Final answer:
To minimize the cost, we need to set up an equation for the cost in terms of the dimensions. We can then differentiate the cost function and set the derivative equal to zero to find the critical points. Solving for the dimensions that minimize the cost, we find that the side length of the top and bottom squares is approximately 3.914 feet and the height of the box is approximately 1.562 feet.
Step-by-step explanation:
To find the dimensions that minimize the cost of the box, we need to set up an equation for the cost in terms of the dimensions. Let's suppose the side length of the top and bottom squares is x and the height of the box is h. The area of each side of the box is 4xh, and the area of the top and bottom is x*x = x^2. The total cost is 2(4xh) + 2(x^2) = 8xh + 2x^2. The volume of the box is x^2 * h = 30. We can solve this system of equations to find the dimensions that minimize the cost.

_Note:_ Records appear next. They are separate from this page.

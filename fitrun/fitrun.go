// Package fitrun drives one fit: it runs the affine-invariant ensemble
// sampler (Goodman & Weare 2010, with optional parallel tempering) on a
// target, appends every walker's state to chain.csv as it goes, writes a
// checkpoint every so many steps and on interruption, resumes a stopped run
// to the same chain bytes as a run that never stopped, and at the end
// writes the burned-in, thinned posterior samples, their summary and the
// run's metadata into a fit folder laid out as rundir describes.
//
// It knows neither models nor data sets: it samples a sampler.Target and
// records what the caller says about it.
package fitrun

import (
	"context"
	"errors"
	"fmt"
	"os"
	"strings"
	"time"

	"tautline/chains"
	"tautline/internal/safeio"
	"tautline/rundir"
	"tautline/sampler"
)

// Problem is what a fit samples and what its metadata says about it.
type Problem struct {
	// Target is the posterior; its free parameters are the chain columns.
	Target sampler.Target
	// Names are the free parameters' names, in the Target's order.
	Names []string
	// Meta is the run's metadata as known before sampling (version,
	// command line, configuration, seed, data set, model, start time,
	// outputs). Run fills the status, end time, timings, diagnostics and
	// the sampling record; Meta.Start is the start of the "total" timing.
	Meta chains.Meta
	// Likelihood describes the densities behind the Target, for the
	// sampling record of meta.json.
	Likelihood Likelihood
}

// Likelihood is how the free-spectrum densities of a fit were built.
type Likelihood struct {
	BandwidthRule     string
	Bandwidths        []float64
	AboveRangePenalty float64
}

// Settings say how long to sample and how often to write.
type Settings struct {
	// Sampler configures the ensemble: walkers, seed, moves, workers, the
	// tempering ladder, and the fingerprint that a checkpoint must match.
	Sampler sampler.Config
	// Steps is the cap on ensemble steps; Burn and Thin are as in
	// sampler.RunOptions (-1 and 0 choose them).
	Steps, Burn, Thin int
	// Until are the convergence criteria (none: run Steps steps) and
	// UntilSpec the text they were given as, recorded in meta.json.
	Until     sampler.Criteria
	UntilSpec string
	// CheckpointEvery and FlushEvery are the steps between checkpoints and
	// between chain flushes (0: never, except at the end).
	CheckpointEvery, FlushEvery int
	// Out is the fit folder; it must exist.
	Out string
	// Resume continues the run in Out from its checkpoint.
	Resume bool
	// Reporter receives progress; every member may be nil.
	Reporter Reporter
}

// Reporter receives a fit's progress.
type Reporter struct {
	// Infof receives log lines, Warnf warnings.
	Infof, Warnf func(format string, args ...any)
	// Step is called after every step with the ensemble's step count.
	Step func(steps int)
	// Check is called after every convergence check.
	Check func(sampler.Progress)
}

// Result is a finished fit.
type Result struct {
	// Sampler is the sampler's result: status, steps, burn-in, thinning,
	// diagnostics.
	Sampler sampler.Result
	// Summary summarises each free parameter's posterior samples.
	Summary []rundir.ParamSummary
	// Samples is the number of posterior samples written.
	Samples int
}

// checkEvery is the interval between convergence checks of a run of steps
// steps: a tenth of the run, at least 100 and at most 500.
func checkEvery(steps int) int { return max(100, min(500, steps/10)) }

// Run samples p into the fit folder s.Out and writes chain.csv,
// checkpoint.bin, posterior.npy, summary.json, meta.json and, with
// tempering, rungs_lnl.bin. When ctx is
// cancelled it saves a checkpoint, marks meta.json interrupted and returns
// an error saying how to resume.
func Run(ctx context.Context, p Problem, s Settings) (*Result, error) {
	paths := rundir.FitPaths(s.Out)
	if err := removeStale(s, time.Now()); err != nil {
		return nil, err
	}
	columns := append([]string{"step", "walker", "ln_post", "ln_like"}, p.Names...)
	ens, w, hot, err := open(p, s, paths, columns)
	if err != nil {
		return nil, err
	}
	defer ens.Close()
	defer w.Close()
	defer hot.Close()

	meta := &rundir.Meta{Meta: p.Meta}
	if hot != nil {
		meta.Outputs = append(meta.Outputs[:len(meta.Outputs):len(meta.Outputs)], rundir.RungsOutput())
	}
	meta.Status = "running"
	if err := rundir.WriteMeta(paths.Meta, meta); err != nil {
		return nil, err
	}
	rep := s.Reporter
	dim := len(p.Names)
	writeCheckpoint := func(en *sampler.Ensemble) error {
		off, err := w.Flush()
		if err != nil {
			return err
		}
		if hot != nil {
			if err := hot.flush(); err != nil {
				return err
			}
		}
		state, err := en.MarshalBinary()
		if err != nil {
			return err
		}
		return rundir.WriteCheckpoint(paths.Checkpoint, rundir.Checkpoint{ChainOffset: off, State: state})
	}
	onStep := func(en *sampler.Ensemble) error {
		// One row per walker: step, walker, ln_post, ln_like, position.
		if err := w.AppendEnsemble(en.Steps(), en.LnPost(0), en.LnLike(0), en.Positions(0)); err != nil {
			return err
		}
		if hot != nil {
			if err := hot.append(en); err != nil {
				return err
			}
		}
		n := en.Steps()
		if ce := s.CheckpointEvery; ce > 0 && n%ce == 0 {
			if err := writeCheckpoint(en); err != nil {
				return fmt.Errorf("checkpoint: %w", err)
			}
		} else if fe := s.FlushEvery; fe == 1 {
			// Every step on disk before the next one starts.
			if _, err := w.Flush(); err != nil {
				return err
			}
		} else if fe > 1 && n%fe == 0 {
			// Without waiting, and without an fsync, which at a fast
			// model's pace costs more than the steps between flushes: the
			// rows are written and reach the disk while the next steps run
			// (chains.Writer.StartFlush: when its goroutine is behind, a
			// crash also loses what it has not written yet, a few MB at
			// most), and its errors come back from a later Append, Flush or
			// Close. A checkpoint, which records the chain's length, fsyncs
			// and waits (Flush): resume truncates the chain to that length,
			// so an fsync between checkpoints would keep only rows that a
			// resume drops.
			if err := w.StartFlush(); err != nil {
				return err
			}
		}
		if rep.Step != nil {
			rep.Step(n)
		}
		return nil
	}
	sampleStart := time.Now()
	res, runErr := sampler.Run(ctx, ens, sampler.RunOptions{
		MaxSteps: s.Steps, Burn: s.Burn, Thin: s.Thin, Until: s.Until,
		CheckEvery: checkEvery(s.Steps), OnStep: onStep, OnCheck: rep.Check,
		// The writer's goroutine formats on the core the diagnostics'
		// second goroutine wants while the ensemble waits for them; it
		// catches up while the ensemble samples, and after the final
		// report while the posterior's files are written (below).
		Diagnosing: func(on bool) {
			if on {
				w.Hold()
			} else {
				w.Release()
			}
		},
	})
	sampled := time.Now()
	if runErr != nil && !errors.Is(runErr, context.Canceled) {
		return nil, runErr
	}
	var post []float64
	var n int
	var sum []rundir.ParamSummary
	if runErr == nil {
		// The posterior's files first: meanwhile the writer's goroutine
		// writes the chain's last rows, which it held during the final
		// report, and the checkpoint below waits for it.
		if err := w.StartFlush(); err != nil {
			return nil, err
		}
		post, n = rundir.PosteriorSamples(res, dim)
		if err := chains.WriteNPY(paths.Posterior, n, dim, post); err != nil {
			return nil, err
		}
		sum = FitSummary(p.Names, post, n, dim)
		if err := rundir.WriteJSON(paths.Summary, rundir.Summary{Params: sum, Samples: n, Burn: res.Burn, Thin: res.Thin}); err != nil {
			return nil, err
		}
	}
	if err := writeCheckpoint(ens); err != nil {
		return nil, fmt.Errorf("checkpoint: %w", err)
	}
	if err := w.Close(); err != nil {
		return nil, err
	}
	if err := hot.Close(); err != nil {
		return nil, err
	}
	if runErr != nil {
		meta.Status = "interrupted"
		meta.End = time.Now()
		_ = rundir.WriteMeta(paths.Meta, meta)
		return nil, fmt.Errorf("interrupted at step %d; the checkpoint is saved: continue with the same command and --resume", ens.Steps())
	}

	meta.Status = res.Status.String()
	meta.End = time.Now()
	meta.Diagnostics = res.Report
	meta.Timings = append(meta.Timings, chains.Timing{Phase: "sampling", Seconds: sampled.Sub(sampleStart).Seconds()},
		chains.Timing{Phase: "diagnostics", Seconds: res.DiagnosticsTime.Seconds()},
		chains.Timing{Phase: "total", Seconds: time.Since(p.Meta.Start).Seconds()})
	meta.Sampling = &chains.Sampling{Steps: res.Steps, Burn: res.Burn, Thin: res.Thin, PosteriorSamples: n,
		Acceptance: ens.AcceptanceFractions(0), BandwidthRule: p.Likelihood.BandwidthRule, Bandwidths: p.Likelihood.Bandwidths,
		AboveRangePenalty: p.Likelihood.AboveRangePenalty, Until: s.UntilSpec}
	if err := rundir.WriteMeta(paths.Meta, meta); err != nil {
		return nil, err
	}
	return &Result{Sampler: res, Summary: sum, Samples: n}, nil
}

// removeStale deletes the temporaries (".NAME.tmp-*" older than started)
// that atomic writes of a killed run left in the fit folder, which this
// run owns, and logs them.
func removeStale(s Settings, started time.Time) error {
	names, err := safeio.RemoveStale(s.Out, safeio.TempsOf(rundir.CheckpointFile, rundir.PosteriorFile, rundir.SummaryFile, rundir.MetaFile, rundir.ChainFile), started)
	if len(names) > 0 && s.Reporter.Warnf != nil {
		s.Reporter.Warnf("removed %d stale temporaries of an interrupted run from %s: %s", len(names), s.Out, strings.Join(names, ", "))
	}
	if err != nil {
		return fmt.Errorf("output folder: %w", err)
	}
	return nil
}

// open starts the ensemble, the chain file and, with tempering, the rungs
// file: new ones, or, with s.Resume, the checkpoint's state with the
// history read back from the chain (and rungs) file, both files cut back
// to the length the checkpoint recorded.
func open(p Problem, s Settings, paths rundir.Fit, columns []string) (*sampler.Ensemble, *chains.Writer, *rungsFile, error) {
	if !s.Resume {
		if _, err := os.Stat(paths.Checkpoint); err == nil {
			return nil, nil, nil, fmt.Errorf("%s exists: this folder holds a run already; continue it with --resume or choose another --out", paths.Checkpoint)
		}
		t0 := time.Now()
		ens, err := sampler.New(p.Target, s.Sampler)
		if err != nil {
			return nil, nil, nil, err
		}
		// New evaluates every walker of every rung at least once.
		s.warnLong(len(p.Names), time.Since(t0)/time.Duration(ens.Walkers()*ens.Rungs()), 0)
		w, err := chains.Create(paths.Chain, columns)
		if err != nil {
			ens.Close()
			return nil, nil, nil, err
		}
		var hot *rungsFile
		if ens.Rungs() > 1 {
			if hot, err = createRungs(paths.Rungs, ens.Rungs()-1, ens.Walkers()); err != nil {
				w.Close()
				ens.Close()
				return nil, nil, nil, err
			}
		}
		return ens, w, hot, nil
	}
	ck, err := rundir.ReadCheckpointLimit(paths.Checkpoint, s.checkpointLimit(len(p.Names)))
	if err != nil {
		return nil, nil, nil, err
	}
	recorded := 0
	var loadErr error
	load := historyLoader(paths.Chain, paths.Rungs, ck.ChainOffset, columns, &recorded)
	ens, err := sampler.Restore(p.Target, s.Sampler, ck.State, func(h *sampler.History, steps int) error {
		loadErr = load(h, steps)
		return loadErr
	})
	if loadErr != nil {
		return nil, nil, nil, fmt.Errorf("resuming from %s: the run's history cannot be read back: %w", paths.Checkpoint, loadErr)
	}
	if err != nil {
		return nil, nil, nil, fmt.Errorf("%s: %w (was the configuration or data changed since the run started?)", paths.Checkpoint, err)
	}
	w, err := chains.Resume(paths.Chain, columns, ck.ChainOffset)
	if err != nil {
		ens.Close()
		return nil, nil, nil, err
	}
	var hot *rungsFile
	if ens.Rungs() > 1 {
		if hot, err = resumeRungs(paths.Rungs, ens.Rungs()-1, ens.Walkers(), recorded); err != nil {
			w.Close()
			ens.Close()
			return nil, nil, nil, err
		}
	}
	if s.Reporter.Infof != nil {
		s.Reporter.Infof("resuming from step %d (%s)", ens.Steps(), paths.Checkpoint)
	}
	return ens, w, hot, nil
}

First, we can write h in terms of x using the volume equation: h = 30/x^2. Substituting this equation into the cost equation, we get C(x) = 8x(30/x^2) + 2x^2 = 240/x + 2x^2.
To minimize the cost, we need to find the critical points of the cost function by taking its derivative. Differentiating with respect to x, we get dC/dx = -240/x^2 + 4x. Setting this derivative equal to zero, we have -240/x^2 + 4x = 0. Multiplying through by x^2, we get -240 + 4x^3 = 0. Solving for x^3, we get x^3 = 240/4 = 60.
Taking the cube root of both sides, we find x = 60^(1/3) ≈ 3.914. Substituting this value back into the equation for h, we find h = 30/(3.914)^2 ≈ 1.562.
Therefore, the approximate dimensions that minimize the cost of the box are x ≈ 3.914 feet for the side length of the top and bottom squares, and h ≈ 1.562 feet for the height of the box.